An evaluation of CALIOP/CALIPSO's aerosol‐above‐cloud detection and retrieval capability over North America

Abstract

Assessing the accuracy of the aerosol‐above‐cloud (AAC) properties derived by CALIOP (the Cloud‐Aerosol Lidar with Orthogonal Polarization) is challenged by the shortage of accurate global validation measurements. We have used measurements of aerosol vertical profiles from the NASA Langley airborne High Spectral Resolution Lidar (HSRL‐1) in 86 CALIOP‐coincident flights to evaluate CALIOP AAC detection, classification, and retrieval. Our study shows that CALIOP detects ~23% of the HSRL‐detected AAC. According to our CALIOP‐HSRL data set, the majority of AAC aerosol optical depth (AOD) values are < 0.1 at 532 nm over North America.
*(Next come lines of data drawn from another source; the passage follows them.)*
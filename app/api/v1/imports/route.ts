import { defineRoute } from "@/lib/server/define-route";
import { LARGEST_FILE_BYTES, uploadImport } from "@/lib/usecases/upload-import";

/** Takes a CSV file in: its bytes as the body, `id`, `kind` and `name` in the address. */
export const POST = defineRoute(uploadImport, {
  bodyLimit: LARGEST_FILE_BYTES,
  input: async (request) => {
    const { id, kind, name } = Object.fromEntries(new URL(request.url).searchParams);
    const bytes = new Uint8Array(await request.arrayBuffer());
    return { id: id ?? "", kind: (kind ?? "") as never, fileName: name ?? "", bytes };
  },
});
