/**
 * The dates on which a device stops where cold can stop it early. Which winter it is hangs on
 * weather to come: each month draws its own coldest hour, and a pack that one frost would stop may
 * outlive three mild winters. So the dates are a mixture: over the time left, over the resistance
 * (which stays with the pack) and, month after month, over the chance that this month's coldest
 * hour brings the voltage under the cut-off at the depth reached by then.
 */
import type { EpochDays } from "../units";
import { MONTH_STARTS, dayOfYear, monthOf } from "./climate";
import type { EndNodes } from "./end-of-life";
import type { TimeLeft } from "./time-left";

/** Steps into which a month is cut: in the next years, and after them. */
const FINE_STEPS = 4;
const FINE_MONTHS = 48;
const DONE = 0.9995;
/** With less than this the evidence leaves nothing to go by. */
const LEAST_MASS = 1e-6;

/** Chance of having stopped by each of some days, both ascending. */
export interface StopCurve {
  readonly days: readonly EpochDays[];
  readonly chances: readonly number[];
}

export interface Course {
  /** A day on which it ran or was put in, and the last that is looked at. */
  readonly from: EpochDays;
  readonly until: EpochDays;
  /** Even days used up by a date, the cold apart. */
  progress(date: EpochDays): number;
  readonly daysPerDepth: number;
  /** End depth on which the time left was counted. */
  readonly warm: number;
}

/** When a pack with this time left stops. */
export function coldStops(left: TimeLeft, nodes: EndNodes, course: Course): StopCurve {
  const days = [course.from];
  const chances = [0];
  const packs = nodes.resistances.map(({ weight, months }) => {
    const lost = months.map((ends) => ends.map((end) => (course.warm - end) * course.daysPerDepth));
    return new Alive(left, weight, course.progress(course.from), { lost, ...nodes });
  });
  const total = packs.reduce((sum, pack) => sum + pack.total(), 0);
  if (!(total > LEAST_MASS)) return { days: [course.from, course.until], chances: [0, 0] };
  let from = course.from;
  for (let k = 0; from < course.until && chances.at(-1)! < DONE; k++) {
    const to = Math.min(course.until, nextMonth(from));
    const steps = k < FINE_MONTHS ? FINE_STEPS : 1;
    const before = chances.at(-1)!;
    const stopped = new Float64Array(steps);
    const marks = Array.from({ length: steps + 1 }, (_, s) => from + ((to - from) * s) / steps);
    const reached = marks.map(course.progress);
    const stretch = { month: monthOf(from + 1e-6), reached, part: Math.min(1, (to - from) / 28) };
    for (const pack of packs) pack.through(stretch, stopped);
    for (let s = 0; s < steps; s++) {
      days.push(marks[s + 1]!);
      chances.push(Math.max(chances.at(-1)!, Math.min(1, before + stopped[s]! / total)));
    }
    from = to;
  }
  return { days, chances };
}

function nextMonth(day: EpochDays): EpochDays {
  const inYear = dayOfYear(day + 1e-6);
  return day + Math.max(MONTH_STARTS[monthOf(day + 1e-6) + 1]! - inYear, 1e-3) + 1e-6;
}

interface Stretch {
  readonly month: number;
  /** Even days used up at its start and after each of its steps. */
  readonly reached: readonly number[];
  /** Share of the month that it is: the coldest hour comes in it with that chance. */
  readonly part: number;
}

interface Frosts {
  readonly severities: readonly number[];
  /** Even days that the cold takes away, by month and severity, mild to cold. */
  readonly lost: readonly (readonly number[])[];
}

/** What is still running, at one resistance: mass over even days left. */
class Alive {
  private readonly mass: Float64Array;
  private readonly sums: Float64Array;
  /** The first bin that holds anything. */
  private first = 0;

  constructor(
    private readonly left: TimeLeft,
    weight: number,
    reached: number,
    private readonly frosts: Frosts,
  ) {
    // it ran at the start: what even the mildest hour would have stopped by then is not it
    const least = reached + Math.min(...frosts.lost.flat());
    this.mass = left.mass.map((m, i) => (left.from + i * left.step > least ? m * weight : 0));
    this.sums = new Float64Array(this.mass.length);
    this.addUp();
  }

  total(): number {
    return this.sums[this.sums.length - 1]!;
  }

  private addUp(): void {
    let sum = 0;
    for (let i = 0; i < this.mass.length; i++) this.sums[i] = sum += this.mass[i]!;
  }

  /** Mass of at most so many days left; each bin's lies evenly around its middle. */
  private below(days: number): number {
    const place = (days - this.left.from) / this.left.step + 0.5;
    if (!(place > 0)) return 0;
    const whole = Math.floor(place);
    if (whole >= this.mass.length) return this.total();
    return (whole > 0 ? this.sums[whole - 1]! : 0) + (place - whole) * this.mass[whole]!;
  }

  /** Lets a stretch pass; adds what has stopped by the end of each of its steps. */
  through({ month, reached, part }: Stretch, stopped: Float64Array): void {
    const lost = this.frosts.lost[month]!;
    const steps = reached.length - 1;
    const by = (used: number): number =>
      lost.reduce((sum, days, k) => sum + this.frosts.severities[k]! * this.below(used + days), 0);
    const atStart = by(reached[0]!);
    for (let s = 1; s <= steps; s++) {
      // what the frost alone stops, it stops on any of the month's days
      stopped[s - 1]! += (atStart * part * s) / steps + by(reached[s]!) - atStart;
    }
    this.leave(lost, reached[0]!, reached[steps]!, part);
  }

  /** Takes out what has stopped: only what the coldest hour could reach is looked at. */
  private leave(lost: readonly number[], start: number, end: number, part: number): void {
    const { left, mass } = this;
    const { severities } = this.frosts;
    const farthest = (end + Math.max(...lost) - left.from) / left.step + 0.5;
    const last = Math.min(mass.length - 1, Math.floor(farthest));
    for (let i = this.first; i <= last; i++) {
      const place = i - 0.5 + left.from / left.step;
      let gone = 0;
      for (let k = 0; k < lost.length; k++) {
        const before = within((start + lost[k]!) / left.step - place);
        const after = within((end + lost[k]!) / left.step - place);
        gone += severities[k]! * (before * part + after - before);
      }
      mass[i]! *= Math.max(0, 1 - gone);
      if (mass[i] === 0 && i === this.first) this.first++;
    }
    if (last >= this.first) this.addUp();
  }
}

const within = (x: number): number => (x < 0 ? 0 : x > 1 ? 1 : x);
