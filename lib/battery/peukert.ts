/**
 * Peukert's law (W. Peukert, 1897): t = (C/I) (C/(I h))^(k-1) for a cell rated C over h
 * hours. Valid only between the two currents at which k was found; the forecast uses the
 * capacity table instead and this stands as a check of it.
 */

/** Exponent k from two discharges: currents in any one unit, capacities in any one unit. */
export function peukertExponent(
  currentA: number,
  capacityA: number,
  currentB: number,
  capacityB: number,
): number {
  const hoursA = capacityA / currentA;
  const hoursB = capacityB / currentB;
  return Math.log(hoursB / hoursA) / Math.log(currentA / currentB);
}

/** Hours to empty at a current, for a capacity rated over `ratedHours`. */
export function peukertHours(
  capacity: number,
  current: number,
  ratedHours: number,
  exponent: number,
): number {
  return (capacity / current) * (capacity / (current * ratedHours)) ** (exponent - 1);
}
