import { defineRoute } from "@/lib/server/define-route";
import { readPhoto } from "@/lib/usecases/read-photo";

/** A photo, streamed to those who may see it. */
export const GET = defineRoute(readPhoto, {
  input: (_request, { id = "" }) => ({ id }),
  respond: ({ body, bytes }) =>
    new Response(body, {
      headers: {
        "content-type": "image/jpeg",
        "content-length": String(bytes),
        "cache-control": "private, no-store",
        "content-disposition": "inline",
      },
    }),
});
Our analyses show that the standard CALIOP retrieval algorithm substantially underestimates the occurrence frequency of AAC when optical depths are less than ~0.02. Those aerosols with low AOD values can still have a consequent radiative forcing effect depending on the underlying cloud cover and overlying aerosol absorption properties. We find essentially no correlation between CALIOP and HSRL AAC AOD (R2 = 0.27 and N = 151). We show that the CALIOP underestimation of AAC is mostly due to tenuous aerosol layers with backscatter less than the CALIOP detection threshold. The application of an alternate CALIOP AAC retrieval method (depolarization ratio) to our data set yields very few coincident cases. We stress the need for more extensive suborbital CALIOP validation campaigns to acquire a process‐level understanding of AAC implications and further evaluate CALIOP's AAC detection and retrieval capability, especially over the ocean and in different parts of the world where AAC are more frequently observed and show higher values of AOD.